Task requirements —
When you respond, restate each record exactly as it is given.

Stored data entries
↓

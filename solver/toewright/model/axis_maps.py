"""Axis maps: how the car's x, y, z come from the columns of a table."""

from __future__ import annotations

import re
from dataclasses import dataclass
from itertools import permutations, product

import numpy as np

from toewright.core.types import FloatArray
from toewright.model.errors import InputError
from toewright.model.frames import AXIS_SIGNS


@dataclass(frozen=True)
class AxisMap:
    """One of the 48 ways to put signs and columns to the car's x, y, z.

    Attributes:
        parts: for the car's x (forward), y (left) and z (up) in turn: sign, and the letter of the table's column. ``-y,x,z`` is
            x = -(column y), y = column x, z = column z.
    """

    parts: tuple[tuple[int, str], ...]

    @property
    def text(self) -> str:
        """As the option is written."""
        return ",".join(("-" if sign < 0 else "") + letter for sign, letter in self.parts)

    @property
    def matrix(self) -> FloatArray:
        """(3, 3): car = matrix @ table."""
        made = np.zeros((3, 3))
        for row, (sign, letter) in enumerate(self.parts):
            made[row, "xyz".index(letter)] = sign
        return made

    @property
    def mirrors(self) -> bool:
        """True for a left-handed map: right only if the table's own axes are left-handed."""
        return bool(np.linalg.det(self.matrix) < 0.0)


ALL_AXIS_MAPS: tuple[AxisMap, ...] = tuple(
    AxisMap(tuple(zip(signs, letters, strict=True)))
    for letters in permutations("xyz")
    for signs in product((1, -1), repeat=3)
)
"""All 48, 24 of them right-handed."""


def parse_axes(text: str) -> AxisMap:
    """An axis map from ``-y,x,z``, or from the name of a system of axes that hardpoint files know.

    Raises:
        InputError: if it is neither a known name nor three different letters with optional signs.
    """
    wanted = text.strip().lower()
    if wanted in AXIS_SIGNS:
        return AxisMap(tuple((int(sign), letter) for sign, letter in zip(AXIS_SIGNS[wanted], "xyz", strict=True)))
    parts = [part.strip() for part in wanted.split(",")]
    letters = {part[-1:] for part in parts}
    if len(parts) != 3 or len(letters) != 3 or not all(re.fullmatch(r"[+-]?[xyz]", part) for part in parts):
        raise InputError(
            f"--axes {text}: is no axis map; write which columns give the car's x (forward), y (left) and z (up), such as "
            f"--axes=-y,x,z, or one of {', '.join(AXIS_SIGNS)}"
        )
    return AxisMap(tuple((-1 if part[0] == "-" else 1, part[-1]) for part in parts))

↑

Output of the exercise —
filename solver/toewright/model/axis_maps.py
"""Axis maps: how the car's x, y, z come from the columns of a table."""

from __future__ import annotations

import re
from dataclasses import dataclass
from itertools import permutations, product

import numpy as np

from toewright.core.types import FloatArray
from toewright.model.errors import InputError
from toewright.model.frames import AXIS_SIGNS


@dataclass(frozen=True)
class AxisMap:
    """One of the 48 ways to put signs and columns to the car's x, y, z.

    Attributes:
        parts: for the car's x (forward), y (left) and z (up) in turn: sign, and the letter of the table's column. ``-y,x,z`` is
            x = -(column y), y = column x, z = column z.
    """

    parts: tuple[tuple[int, str], ...]

    @property
    def text(self) -> str:
        """As the option is written."""
        return ",".join(("-" if sign < 0 else "") + letter for sign, letter in self.parts)

    @property
    def matrix(self) -> FloatArray:
        """(3, 3): car = matrix @ table."""
        made = np.zeros((3, 3))
        for row, (sign, letter) in enumerate(self.parts):
            made[row, "xyz".index(letter)] = sign
        return made

    @property
    def mirrors(self) -> bool:
        """True for a left-handed map: right only if the table's own axes are left-handed."""
        return bool(np.linalg.det(self.matrix) < 0.0)


ALL_AXIS_MAPS: tuple[AxisMap, ...] = tuple(
    AxisMap(tuple(zip(signs, letters, strict=True)))
    for letters in permutations("xyz")
    for signs in product((1, -1), repeat=3)
)
"""All 48, 24 of them right-handed."""


def parse_axes(text: str) -> AxisMap:
    """An axis map from ``-y,x,z``, or from the name of a system of axes that hardpoint files know.

    Raises:
        InputError: if it is neither a known name nor three different letters with optional signs.
    """
    wanted = text.strip().lower()
    if wanted in AXIS_SIGNS:
        return AxisMap(tuple((int(sign), letter) for sign, letter in zip(AXIS_SIGNS[wanted], "xyz", strict=True)))
    parts = [part.strip() for part in wanted.split(",")]
    letters = {part[-1:] for part in parts}
    if len(parts) != 3 or len(letters) != 3 or not all(re.fullmatch(r"[+-]?[xyz]", part) for part in parts):
        raise InputError(
            f"--axes {text}: is no axis map; write which columns give the car's x (forward), y (left) and z (up), such as "
            f"--axes=-y,x,z, or one of {', '.join(AXIS_SIGNS)}"
        )
    return AxisMap(tuple((-1 if part[0] == "-" else 1, part[-1]) for part in parts))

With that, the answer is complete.